Transcribe only part of the material below: the lines from the one containing "are read. */" through the one containing "while (d < mark.length", inclusive, exactly as written.

Material provided:
════════════════
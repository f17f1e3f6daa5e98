/**
 * How often the bare soil of an initial stage is wetted: by the rain of the run, and by irrigation as its rule will have it.
 */

import { scheduleDepth } from '../crop/root-zone.ts';
import { type InitialStage, initialFromWettings, rainEvents, type Wettings } from '../crop/single-coefficient.ts';
import { MARK, type PackedSeason } from './pack.ts';
import { availableTo, profileOf } from './soil-profile.ts';
import type { PlantedCycles } from './stage-days.ts';
import type { ParcelInput } from './types.ts';

/**
 * The initial stage of a cycle as far as it lies in the run; null where no day of it does.
 *
 * Irrigation is not stepped yet when the curve is drawn. Recorded deliveries, germination and rules that go by days are counted as they will be; a
 * rule that goes by depletion is taken to give, in applications of its own depth, what the table's Kc asks beyond rain.
 *
 * Source: FAO-56 chapter 6, Kc ini from the interval between wettings; the count of irrigations by depletion is a choice of ours.
 */
export function initialStageOf(season: PackedSeason, parcel: ParcelInput, planted: PlantedCycles, k: number): InitialStage | null {
  const { weather, input } = season;
  const { start, end, lengths } = planted.cycles[k];
  const from = Math.max(0, start);
  const to = Math.min(input.dayCount, end, start + lengths.initial);
  if (to <= from) return null;
  let referenceEt = 0;
  for (let d = from; d < to; d++) referenceEt += weather.referenceEt[d];
  const rain = rainEvents(weather.precipitation, weather.referenceEt, from, to);
  const asked = Math.max(0, (planted.planting.crop.basalInitial + 0.15) * referenceEt - rain.depth);
  return {
    days: to - from,
    referenceEt: referenceEt / (to - from),
    rain,
    irrigation: input.settings.irrigate ? irrigations(season, parcel, planted, { from, to, asked }) : { count: 0, depth: 0 },
    wettedFraction: parcel.method.wettedFraction,
    texture: parcel.soil.texture === 'coarse' ? 'coarse' : 'medium-fine',
  };
}

interface Span {
  readonly from: number;
  readonly to: number;
  /** water the stage asks beyond rain [mm] */
  readonly asked: number;
}

function irrigations(season: PackedSeason, parcel: ParcelInput, planted: PlantedCycles, span: Span): Wettings {
  const { water, recordedUntil } = season.input.settings;
  const recorded = water === 'recorded' || (water === 'recorded-then-rule' && (recordedUntil ?? 0) >= span.to);
  if (recorded) return delivered(parcel, span);
  const given = germinations(planted, span);
  const ruled = byRule(parcel, planted, span);
  return { count: given.count + ruled.count, depth: given.depth + ruled.depth };
}

function delivered({ deliveries, method, efficiency }: ParcelInput, { from, to }: Span): Wettings {
  let count = 0;
  let depth = 0;
  for (const [k, day] of (deliveries?.days ?? []).entries()) {
    if (day < from || day >= to) continue;
    count++;
    depth += (deliveries?.values[k] ?? 0) * (efficiency ?? method.efficiency);
  }
  return { count, depth };
}

function germinations({ planting, cycles }: PlantedCycles, { from, to }: Span): Wettings {
  const within = (planting.germination ?? []).filter(({ daysAfter }) => {
    const day = cycles[0].start + daysAfter;
    return day >= from && day < to;
  });
  return { count: within.length, depth: within.reduce((sum, { depth }) => sum + depth, 0) };
}

function byRule(parcel: ParcelInput, { planting }: PlantedCycles, { from, to, asked }: Span): Wettings {
  const rule = planting.irrigation ?? { kind: 'depletion' as const };
  if (rule.kind === 'none') return { count: 0, depth: 0 };
  if (rule.kind === 'interval' || rule.kind === 'daily') {
    const count = Math.ceil((to - from) / (rule.kind === 'daily' ? 1 : rule.days));
    return { count, depth: asked };
  }
  const depth =
    rule.kind === 'fixed-depth' ? rule.depth : depthOfRefill(parcel, planting.crop, triggerOf(rule, parcel.method.triggerFraction));
  const count = Math.floor(asked / depth);
  return { count, depth: count * depth };
}

function triggerOf(
  rule: { kind: 'depletion'; trigger?: number } | { kind: 'deficit'; stages: { initial: { trigger: number } } },
  method: number,
): number {
  return rule.kind === 'deficit' ? rule.stages.initial.trigger : (rule.trigger ?? method);
}

/** Net depth of an application that refills the soil of the seedling: trigger × p × what the scheduling depth holds, at most a day's depth of the system. */
function depthOfRefill({ soil, method }: ParcelInput, crop: PlantedCycles['planting']['crop'], trigger: number): number {
  const held = availableTo(profileOf(soil), scheduleDepth(crop.rootDepthMin, crop.rootDepthMax));
  return Math.min(method.maximumDailyDepth, trigger * crop.depletionFraction * held);
}

/** Days of bare ground that share one Kc. Choice of ours: about a month, as the charts of FAO-56 are read. */
const BARE_DAYS = 30;

/**
 * Kc of bare ground between crops, for runs on single coefficients: from the rain of the days around, as in an initial stage.
 *
 * Days are taken in blocks of 30 of the run, each with the bare days in it. Puddled ground under water has the Kc of the crop's first day.
 *
 * Source: FAO-56 Annex 7; chapter 11 (bare soil outside the growing season, recalled).
 */
export function drawBareGround(season: PackedSeason, parcel: ParcelInput): void {
  const { curve } = season;
  const days = curve.basal.length;
  for (let d = 0; d < days; ) {
    if (curve.basal[d] !== 0) d++;
    else if (curve.planting[d] >= 0) curve.basal[d++] = curve.basal[firstPlantedDay(curve.mark, d)] ?? 0;
    else {
      const end = Math.min(days, (Math.floor(d / BARE_DAYS) + 1) * BARE_DAYS);
      let to = d + 1;
      while (to < end && curve.basal[to] === 0 && curve.planting[to] < 0) to++;
      curve.basal.fill(initialFromWettings(bareStage(season, parcel, d, to)), d, to);
      d = to;
    }
  }
}

function firstPlantedDay(mark: Uint8Array, from: number): number {
  let d = from;
  while (d < mark.length && (mark[d] & MARK.planted) === 0) d++;
  return d;
}

/** The bare days that share the Kc of a day, once drawn; null where the day is not bare. */
export function bareStageOf(season: PackedSeason, parcel: ParcelInput, day: number): InitialStage | null {
  const { basal, planting } = season.curve;
  if (planting[day] >= 0) return null;
  const block = Math.floor(day / BARE_DAYS) * BARE_DAYS;
  const same = (d: number) => d >= block && d < Math.min(basal.length, block + BARE_DAYS) && planting[d] < 0 && basal[d] === basal[day];
  let from = day;
  while (same(from - 1)) from--;
  let to = day + 1;
  while (same(to)) to++;
  return bareStage(season, parcel, from, to);
}

function bareStage({ weather }: PackedSeason, { soil }: ParcelInput, from: number, to: number): InitialStage {
  let referenceEt = 0;
  for (let d = from; d < to; d++) referenceEt += weather.referenceEt[d];
  return {
    days: to - from,
    referenceEt: referenceEt / (to - from),
    rain: rainEvents(weather.precipitation, weather.referenceEt, from, to),
    irrigation: { count: 0, depth: 0 },
    wettedFraction: 1,
    texture: soil.texture === 'coarse' ? 'coarse' : 'medium-fine',
  };
}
════════════════
Solution for this exercise:
/** Days of bare ground that share one Kc. Choice of ours: about a month, as the charts of FAO-56 are read. */
const BARE_DAYS = 30;

/**
 * Kc of bare ground between crops, for runs on single coefficients: from the rain of the days around, as in an initial stage.
 *
 * Days are taken in blocks of 30 of the run, each with the bare days in it. Puddled ground under water has the Kc of the crop's first day.
 *
 * Source: FAO-56 Annex 7; chapter 11 (bare soil outside the growing season, recalled).
 */
export function drawBareGround(season: PackedSeason, parcel: ParcelInput): void {
  const { curve } = season;
  const days = curve.basal.length;
  for (let d = 0; d < days; ) {
    if (curve.basal[d] !== 0) d++;
    else if (curve.planting[d] >= 0) curve.basal[d++] = curve.basal[firstPlantedDay(curve.mark, d)] ?? 0;
    else {
      const end = Math.min(days, (Math.floor(d / BARE_DAYS) + 1) * BARE_DAYS);
      let to = d + 1;
      while (to < end && curve.basal[to] === 0 && curve.planting[to] < 0) to++;
      curve.basal.fill(initialFromWettings(bareStage(season, parcel, d, to)), d, to);
      d = to;
    }
  }
}

function firstPlantedDay(mark: Uint8Array, from: number): number {
  let d = from;
  while (d < mark.length && (mark[d] & MARK.planted) === 0) d++;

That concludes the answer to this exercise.